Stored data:
- - - - -

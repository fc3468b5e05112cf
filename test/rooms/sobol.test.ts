import { describe, expect, it } from 'vitest';
import { normalQuantile, SOBOL_DIMENSIONS, sobolPoints } from '../../src/numerics/index.js';

const first = (n: number, seed: number, dimensions = SOBOL_DIMENSIONS): Float64Array[] => {
  const point = sobolPoints(dimensions, seed);
  return Array.from({ length: n }, (_, i) => point(i));
};

describe('the low-discrepancy sequence', () => {
  it('puts one of 2^k points into each of 2^k equal slices, in every dimension and from any seed', () => {
    for (const seed of [0, 1, 77])
      for (let k = 0; k <= 10; k++) {
        const points = first(2 ** k, seed);
        for (let j = 0; j < SOBOL_DIMENSIONS; j++)
          expect(new Set(points.map((p) => Math.floor(p[j]! * 2 ** k))).size).toBe(2 ** k);
      }
  });

  it('fills every pair of dimensions evenly', () => {
    const points = first(4096, 5);
    for (let a = 0; a < SOBOL_DIMENSIONS; a++)
      for (let b = 0; b < a; b++) {
        const cells = new Int32Array(64);
        for (const p of points) cells[8 * Math.floor(8 * p[a]!) + Math.floor(8 * p[b]!)]!++;
        expect(Math.max(...cells) - Math.min(...cells), `${a} and ${b}`).toBe(0);
      }
  });

  it('is a matter of number and seed alone', () => {
    const point = sobolPoints(4, 9);
    const late = point(700);
    expect([...sobolPoints(4, 9)(700)]).toEqual([...late]);
    expect([...sobolPoints(4, 10)(700)]).not.toEqual([...late]);
    expect(() => sobolPoints(99, 1)).toThrow(/dimensions/);
  });

  it('integrates a product far better than as many random points would', () => {
    const n = 1024;
    const mean = first(n, 3, 6).reduce((s, p) => s + p.reduce((a, v) => a * (1 + (v - 0.5)), 1), 0) / n;
    // Random points: standard deviation of about sqrt((13/12)^6 - 1) / sqrt(n) = 0.025.
    expect(Math.abs(mean - 1)).toBeLessThan(0.003);
  });
});

describe('the normal quantile', () => {
  it('agrees with printed values', () => {
    // Standard normal tables; the last from memory.
    expect(normalQuantile(0.5)).toBeCloseTo(0, 12);
    expect(normalQuantile(0.975)).toBeCloseTo(1.959963984540054, 8);
    expect(normalQuantile(0.001)).toBeCloseTo(-3.090232306167813, 8);
    expect(normalQuantile(0.8413447460685429)).toBeCloseTo(1, 8);
  });
});
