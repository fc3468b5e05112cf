export { type BoxQp, coordinateDescent, createBoxQp, solveBoxQp } from './box-qp.js';
export { choleskyFactor, choleskySolve } from './cholesky.js';
export { luFactor, luSolve, luSolveTransposed } from './lu.js';
export { boundedMinimum } from './minimum.js';
export { bracketedRoot } from './root.js';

- - - - -

## WHAT IS BEING ASKED
The line containing "const point = sobolPoints(4, 9);" marks where to begin; copy it and every later line exactly, through the end of the data.

## TASK RESPONSE
    const point = sobolPoints(4, 9);
    const late = point(700);
    expect([...sobolPoints(4, 9)(700)]).toEqual([...late]);
    expect([...sobolPoints(4, 10)(700)]).not.toEqual([...late]);
    expect(() => sobolPoints(99, 1)).toThrow(/dimensions/);
  });

  it('integrates a product far better than as many random points would', () => {
    const n = 1024;
    const mean = first(n, 3, 6).reduce((s, p) => s + p.reduce((a, v) => a * (1 + (v - 0.5)), 1), 0) / n;
    // Random points: standard deviation of about sqrt((13/12)^6 - 1) / sqrt(n) = 0.025.
    expect(Math.abs(mean - 1)).toBeLessThan(0.003);
  });
});

describe('the normal quantile', () => {
  it('agrees with printed values', () => {
    // Standard normal tables; the last from memory.
    expect(normalQuantile(0.5)).toBeCloseTo(0, 12);
    expect(normalQuantile(0.975)).toBeCloseTo(1.959963984540054, 8);
    expect(normalQuantile(0.001)).toBeCloseTo(-3.090232306167813, 8);
    expect(normalQuantile(0.8413447460685429)).toBeCloseTo(1, 8);
  });
});
repository fc3468b5e05112cf
export { type BoxQp, coordinateDescent, createBoxQp, solveBoxQp } from './box-qp.js';
export { choleskyFactor, choleskySolve } from './cholesky.js';
export { luFactor, luSolve, luSolveTransposed } from './lu.js';
export { boundedMinimum } from './minimum.js';
export { bracketedRoot } from './root.js';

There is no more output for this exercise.